# Sexless Marriage - Newlyweds



## engage85 (Feb 9, 2015)

Hi All,

I'm in a big dilemma. Im 29 years old, married for exactly one year now. I met my husband in my apartment complex, he was my neighbour. We dated for 3 years before tying the knot in Jan 2014. We never had pre-marital sex, as I insisted on waiting till we get married. We did fool around a bit but not all the way. Now the problem is we still haven't consummated our marriage!!! Immediately after we got married, we both fell ill (severe flu) so by the time we recovered, I had to resume work and then it just never happened. Weekends, even if I try and make a move, he'll say he's either too tired or not really in the mood. I used to wear sexy lingerie but after being rejected on several occasions, I stopped trying. I know he's not gay because when we used to fool around initially he used to get turned on.
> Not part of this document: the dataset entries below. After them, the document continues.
/** Runs another program to its end. */
import { spawn } from 'node:child_process';
import { checkout } from './checkout.js';
import { interruption } from './interruption.js';

/**
 * Resolves with the exit code and all the program wrote; rejects only when it could not be started or when the set-up
 * is interrupted. `show` passes its output straight to the terminal; `last` ignores an interruption (clean-up work).
 */
export function run(program, args, options = {}) {
  const { cwd = checkout, env = process.env, input = '', show = false, last = false, deadline = 0 } = options;
  return new Promise((resolve, reject) => {
    const child = spawn(program, args, {
      cwd,
      env,
      stdio: show ? ['ignore', 'inherit', 'inherit'] : ['pipe', 'pipe', 'pipe'],
      signal: last ? undefined : interruption,
      timeout: deadline,
    });
    let output = '';
    for (const stream of [child.stdout, child.stderr]) {
      stream?.setEncoding('utf8').on('data', (text) => {
        output += text;
      });
    }
    // A program that ends without reading its input breaks the pipe; its exit code tells what happened.
    child.stdin?.on('error', () => undefined);
    child.stdin?.end(input);
    child.on('error', reject);
    child.on('close', (code, signal) => resolve({ code: code ?? 1, signal, output: output.trimEnd() }));
  });
}

/** Whether the program exists and ends well. */
export async function succeeds(program, args, options) {
  try {
    return (await run(program, args, options)).code === 0;
  } catch (error) {
    if (interruption.aborted) throw error;
    return false;
  }
}

export function lastLines(text, count = 15) {
  return text.split('\n').slice(-count).join('\n');
}
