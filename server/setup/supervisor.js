/** Keeps the application's processes running until the set-up ends, and finds those that a killed set-up left behind. */
import { spawn } from 'node:child_process';
import { createWriteStream, existsSync, readFileSync, renameSync, rmSync, statSync } from 'node:fs';
import { join } from 'node:path';
import { setTimeout as wait } from 'node:timers/promises';
import { warn } from './announce.js';
import { checkout, logs, storage } from './checkout.js';
import { lastLines } from './command.js';
import { interrupt, interruption } from './interruption.js';
import { identify, isAlive } from './process-identity.js';
import { writePrivately } from './secret.js';

const register = join(storage, 'processes.json');
const largestLog = 20 * 1024 * 1024;
const steadyAfter = 60_000;
const mostQuickDeaths = 6;
const patience = 20_000;

const running = new Map();

function remember() {
  writePrivately(register, JSON.stringify([...running.values()].map(({ identity }) => identity)));
}

/** `pid` of a process, or minus that for it and all it started: each is the leader of its own group. */
function signal(pid, name) {
  try {
    process.kill(pid, name);
  } catch {
    // Gone already.
  }
}

/** First asks the leaders alone, which end their own children in their own order; then ends what is left by force. */
async function end(identities) {
  for (const { pid } of identities) signal(pid, 'SIGTERM');
  const deadline = Date.now() + patience;
  while (identities.some(isAlive) && Date.now() < deadline) await wait(50);
  for (const { pid } of identities) signal(-pid, 'SIGKILL');
}

/** Ends the processes of a previous run whose set-up was killed; told from later ones with the same number. */
export async function endOrphans() {
  if (!existsSync(register)) return;
  const orphans = JSON.parse(readFileSync(register, 'utf8')).filter(isAlive);
  if (orphans.length > 0) {
    warn('processes', `ending ${orphans.length} left behind by a run that was killed.`);
    await end(orphans);
  }
  rmSync(register, { force: true });
}

function openLog(name) {
  const file = join(logs, `${name}.log`);
  if (existsSync(file) && statSync(file).size > largestLog) renameSync(file, `${file}.old`);
  return createWriteStream(file, { flags: 'a' });
}

/** Starts the process once; resolves when it has ended. */
function runOnce({ name, args, env, echo }) {
  return new Promise((resolve) => {
    const log = openLog(name);
    // detached: Ctrl+C in the terminal reaches only us, so each process gets one signal and its time to finish.
    const child = spawn(process.execPath, args, {
      cwd: checkout,
      env: env(),
      stdio: ['ignore', 'pipe', 'pipe'],
      detached: true,
    });
    let tail = '';
    const record = (text, terminal) => {
      log.write(text);
      terminal?.write(text);
      tail = `${tail}${text}`.slice(-4000);
    };
    child.stdout.setEncoding('utf8').on('data', (text) => record(text, echo ? process.stdout : null));
    child.stderr.setEncoding('utf8').on('data', (text) => record(text, process.stderr));
    child.on('spawn', () => {
      running.set(name, { identity: identify(child.pid) });
      remember();
    });
    const finish = (reason) => {
      running.delete(name);
      remember();
      log.end();
      resolve({ reason, tail });
    };
    child.on('error', (error) => finish(error.message));
    // What it leaves behind would hold its output open, and with it the end of its run.
    child.on('exit', () => signal(-child.pid, 'SIGKILL'));
    child.on('close', (code, by) => finish(by === null ? `exit code ${code}` : by));
  });
}

/**
 * Runs the process again whenever it dies, after 1, 2, 4, ... 30 seconds; gives up after six deaths in a row, each within
 * a minute of its start, since then it will not mend itself. `env` is asked anew for each start.
 */
export async function keepRunning(task) {
  let quickDeaths = 0;
  while (!interruption.aborted) {
    const begun = Date.now();
    const { reason, tail } = await runOnce(task);
    if (interruption.aborted) return;
    quickDeaths = Date.now() - begun < steadyAfter ? quickDeaths + 1 : 1;
    if (quickDeaths >= mostQuickDeaths) {
      warn(
        task.name,
        `died ${quickDeaths} times in a row (${reason}); giving up. Its last words:\n${lastLines(tail.trimEnd())}`,
      );
      interrupt('gave up');
      return;
    }
    const pause = Math.min(2 ** (quickDeaths - 1), 30);
    warn(task.name, `died (${reason}); starting it again in ${pause} s. Its words: ${join(logs, `${task.name}.log`)}`);
    await wait(pause * 1000, null, { signal: interruption }).catch(() => undefined);
  }
}

/** Ends all of them, waiting for their own clean-up before it uses force. */
export async function endAll() {
  await end([...running.values()].map(({ identity }) => identity));
}

/** Ends them so that keepRunning starts them anew, for example on another database address. */
export function restartAll() {
  for (const { identity } of running.values()) signal(identity.pid, 'SIGTERM');
}
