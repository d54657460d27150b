/** The form of a recipe step. One file a step; the catalogue (index.ts) is the only other place that names it. */
import type { RecipeStep, StepName } from '#contract/recipe.ts';
import { PennyweightError } from '#contract/error.ts';
import type { RecordState } from './record-state.ts';

export interface Step<N extends StepName = StepName> {
  name: N;
  /** where it may stand: select 0, order 1, window 2, centre/weigh/split 3, cast 4; never before a lower rank */
  rank: number;
  /**
   * Applies the step. Returns the sentence that says what it changed. Errors: a PennyweightError ('recipe-invalid', 'stamps-invalid',
   * 'rule-not-admissible', …) whose sentence names the place; the plan reports it with the step's position.
   */
  apply(state: RecordState, step: Extract<RecipeStep, { step: N }>): string;
}

export function refuse(message: string, details: Record<string, unknown> = {}): never {
  throw new PennyweightError('recipe-invalid', message, details);
}
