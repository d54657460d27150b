/** Builds what has changed since the last build: dist/server (compiled) and dist/web (bundled). */
import { existsSync, mkdirSync, rmSync, writeFileSync } from 'node:fs';
import { join } from 'node:path';
import { announce, seconds } from './announce.js';
import { buildServer } from './build-server.js';
import { checkout, dist } from './checkout.js';
import { run } from './command.js';
import { exclusively } from './exclusive.js';
import { SetupRefusal } from './refusal.js';
import { hashOf, readStamp } from './source-stamp.js';

async function buildWeb() {
  const vite = join(checkout, 'node_modules', 'vite', 'bin', 'vite.js');
  const { code, output } = await run(
    process.execPath,
    [vite, 'build', '--outDir', join(dist, 'web'), '--emptyOutDir', '--logLevel', 'warn'],
    {
      env: { ...process.env, NODE_ENV: 'production' },
    },
  );
  if (code !== 0)
    throw new SetupRefusal(`The pages could not be built; mend what Vite names and start again.\n${output}`);
}

const everywhere = ['package.json', 'package-lock.json', 'tsconfig.json'];
const halves = {
  server: { sources: [...everywhere, 'server', 'tsconfig.server.json'], result: 'server/main.js', build: buildServer },
  web: {
    sources: [...everywhere, 'src', 'server/contract', 'index.html', 'public', 'vite.config.ts'],
    result: 'web/index.html',
    build: buildWeb,
  },
};

/** Resolves when dist/ fits the sources; both halves are built side by side. */
export async function ensureBuilt() {
  await exclusively('build', async () => {
    const begun = performance.now();
    mkdirSync(dist, { recursive: true });
    const outdated = Object.entries(halves)
      .map(([name, half]) => ({ ...half, name, stamp: join(dist, `.${name}-sources`), hash: hashOf(half.sources) }))
      .filter(({ stamp, hash, result }) => readStamp(stamp) !== hash || !existsSync(join(dist, result)));
    if (outdated.length === 0) return;
    announce('build', `building ${outdated.map(({ name }) => name).join(' and ')}`);
    const builds = outdated.map(async ({ build, stamp, hash }) => {
      rmSync(stamp, { force: true });
      await build();
      writeFileSync(stamp, hash);
    });
    const failed = (await Promise.allSettled(builds)).find(({ status }) => status === 'rejected');
    if (failed) throw failed.reason;
    announce('build', `built in ${seconds(begun)}`);
  });
}
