/** Which folder a PostgreSQL cluster of this checkout lives in, and as which user its programs run. */
import { chmodSync, existsSync, mkdirSync } from 'node:fs';
import { join, relative } from 'node:path';
import { checkout, pathId, storage } from './checkout.js';
import { run, succeeds } from './command.js';
import { SetupRefusal } from './refusal.js';

// PostgreSQL refuses to run as root; Debian's server package brings this user.
const databaseUser = 'postgres';

function isUsed(folder) {
  return existsSync(join(folder, 'data', 'PG_VERSION'));
}

/** Folders above `folder` must be passable for the database's user: a clone below /root is not. */
function passable(folder) {
  return succeeds('runuser', ['-u', databaseUser, '--', 'test', '-x', folder], { cwd: '/' });
}

async function folderForRoot(name) {
  const near = join(storage, name);
  const far = join('/var/lib/pennyweight', pathId(checkout), name);
  const nearWorks = await passable(storage);
  // Data already kept in one of them must be found again, whatever the permissions above have become.
  if (isUsed(near) && !nearWorks) {
    throw new SetupRefusal(
      `The database's user "${databaseUser}" cannot reach ${near} any more: allow others to pass every folder above it (chmod o+x).`,
    );
  }
  if (isUsed(near) || (nearWorks && !isUsed(far))) return near;
  return far;
}

/** @returns {Promise<{ name: string, folder: string, user: string | null, label: string }>} */
export async function chooseHome(name) {
  const isRoot = process.getuid() === 0;
  if (isRoot && !(await succeeds('id', [databaseUser]))) {
    throw new SetupRefusal(
      `PostgreSQL must not run as root and there is no user "${databaseUser}": start Pennyweight as an ordinary user or install Debian's package postgresql.`,
    );
  }
  const folder = isRoot ? await folderForRoot(name) : join(storage, name);
  mkdirSync(folder, { recursive: true });
  if (isRoot) {
    // Root keeps the folder itself (passwords); the database's user owns only data/ and log/ in it.
    for (const step of ['/var/lib/pennyweight', join('/var/lib/pennyweight', pathId(checkout)), folder]) {
      if (folder.startsWith(step)) chmodSync(step, 0o711);
    }
  } else {
    try {
      chmodSync(folder, 0o700);
    } catch (cause) {
      throw new SetupRefusal(
        `${folder} belongs to another user, probably root: start Pennyweight as that user again.`,
        { cause },
      );
    }
  }
  const near = relative(checkout, folder);
  const label = near.startsWith('..') ? `${folder} (the database's user cannot enter this checkout)` : near;
  return { name, folder, user: isRoot ? databaseUser : null, label };
}

/** Makes a folder that the database's user owns alone. */
export async function makeDatabaseFolder(home, folder) {
  const owner = home.user === null ? [] : ['-o', home.user, '-g', home.user];
  const { code, output } = await run('install', ['-d', '-m', '700', ...owner, folder], { cwd: '/' });
  if (code !== 0) throw new SetupRefusal(`The database's folder ${folder} could not be made: ${output}`);
}

/** Runs one of PostgreSQL's programs as the right user, outside any folder that user cannot enter. */
export function runForDatabase(home, program, args, options = {}) {
  const words = home.user === null ? [program, ...args] : ['runuser', '-u', home.user, '--', program, ...args];
  return run(words[0], words.slice(1), { cwd: '/', ...options });
}
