/** The running server of a cluster: seen by its postmaster.pid, started and stopped by pg_ctl. */
import { existsSync, readFileSync, renameSync, rmSync, statSync } from 'node:fs';
import { basename, join } from 'node:path';
import { setTimeout as wait } from 'node:timers/promises';
import { makeDatabaseFolder, runForDatabase } from './cluster-home.js';
import { lastLines } from './command.js';
import { isFree, randomFreePort } from './free-port.js';
import { commandLine } from './process-identity.js';
import { SetupRefusal } from './refusal.js';
import { writePrivately } from './secret.js';

const largestLog = 10 * 1024 * 1024;

// Only for tests: a crash may lose everything, which nobody will miss (PostgreSQL manual, "Non-Durable Settings").
const nonDurable = [
  'fsync=off',
  'synchronous_commit=off',
  'full_page_writes=off',
  'autovacuum=off',
  'max_connections=150',
];

/** Lines of postmaster.pid: 1 process, 2 data folder, 4 port, 8 state (src/include/utils/pidfile.h). */
function readPidFile(data) {
  try {
    const lines = readFileSync(join(data, 'postmaster.pid'), 'utf8').split('\n');
    return { pid: Number(lines[0]), port: Number(lines[3]), ready: lines[7]?.trim() === 'ready' };
  } catch {
    return null;
  }
}

/** Whether the process is surely not the server of `data`: gone, another program, or the server of another folder. */
function isForeign(pid, data) {
  const words = commandLine(pid);
  if (words === null || words.length === 0) return true;
  if (basename(words[0]) !== 'postgres') return true;
  const folder = words[words.indexOf('-D') + 1];
  // A folder that is gone may be ours under an older name: then the server must not be declared dead.
  if (!words.includes('-D') || !existsSync(folder)) return false;
  return statSync(folder).ino !== statSync(data).ino;
}

/** The port of the running server; null when none runs. */
export async function runningPort(home) {
  const data = join(home.folder, 'data');
  for (let attempt = 0; attempt < 600; attempt += 1) {
    const state = readPidFile(data);
    if (state === null || isForeign(state.pid, data)) return null;
    if (state.ready) return state.port;
    await wait(100);
  }
  throw new SetupRefusal(
    `The PostgreSQL of ${home.folder} has been starting for a minute; see ${join(home.folder, 'log', 'postgres.log')}.`,
  );
}

/** PostgreSQL itself sees that the process of a stale file is dead, but not that its number now belongs to another. */
function removeStalePidFile(data) {
  const state = readPidFile(data);
  if (state !== null && commandLine(state.pid) !== null) rmSync(join(data, 'postmaster.pid'), { force: true });
}

function rememberedPort(home) {
  try {
    return Number(readFileSync(join(home.folder, 'port'), 'utf8'));
  } catch {
    return null;
  }
}

async function choosePort(home) {
  const port = rememberedPort(home);
  return port !== null && (await isFree(port)) ? port : randomFreePort();
}

async function prepareLog(home) {
  const folder = join(home.folder, 'log');
  await makeDatabaseFolder(home, folder);
  const file = join(folder, 'postgres.log');
  if (existsSync(file) && statSync(file).size > largestLog) renameSync(file, `${file}.old`);
  return file;
}

/** Starts the server on a port that is free and resolves with it. */
export async function startServer(home, programs, { durable }) {
  const data = join(home.folder, 'data');
  const log = await prepareLog(home);
  removeStalePidFile(data);
  let output = '';
  for (let attempt = 0; attempt < 5; attempt += 1) {
    const port = await choosePort(home);
    const settings = [
      `port=${port}`,
      'listen_addresses=127.0.0.1',
      'unix_socket_directories=',
      ...(durable ? [] : nonDurable),
    ];
    const words = settings.map((setting) => `-c ${setting}`).join(' ');
    const args = ['-D', data, '-l', log, '-w', '-t', '120', '-s', '-o', words, 'start'];
    // Not interruptible: a server that nobody holds yet would be left behind.
    const result = await runForDatabase(home, join(programs.folder, 'pg_ctl'), args, { last: true });
    if (result.code === 0) {
      writePrivately(join(home.folder, 'port'), String(port));
      return port;
    }
    output = result.output;
    // Only a port that another program took in this very moment is worth another try.
    if (await isFree(port)) break;
  }
  throw new SetupRefusal(
    `PostgreSQL did not start; the cause is at the end of ${log}:\n${output}\n${lastLines(readFileSync(log, 'utf8'), 8)}`,
  );
}

/** Ends the server and all connections to it; transactions that are under way are rolled back. */
export async function stopServer(home, programs) {
  const data = join(home.folder, 'data');
  const { code, output } = await runForDatabase(
    home,
    join(programs.folder, 'pg_ctl'),
    ['-D', data, '-m', 'fast', '-w', '-t', '120', '-s', 'stop'],
    { last: true },
  );
  if (code !== 0 && readPidFile(data) !== null) {
    throw new SetupRefusal(`PostgreSQL in ${home.folder} did not stop: ${output}`);
  }
}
It feels like a switch went off in his head and he doesn't long for sex at all.

I've tried talking to him to visit a sex therapist and get help but in his head he keeps putting it off saying he is attracted to me and the sex will happen. He feels we have too many fights ( as we have never lived together before we got married ) and that may have something to do with us not having sex.

Please help. I'm losing hope and now I've turned to prayer & god. 

Leaving him is not an option because we both love each other and I cannot imagine my life without him.


----------



## EleGirl (Dec 3, 2011)

How old is your husband?

I assume that you live in the USA. It would be very hard to find a man near your age or older who would go 3 years dating and playing around sexually but not having sex. 

What was his sexual experience like before your relationship with him?

What was your sex life like before your relationship with him?

There are three possibilities that I can think of.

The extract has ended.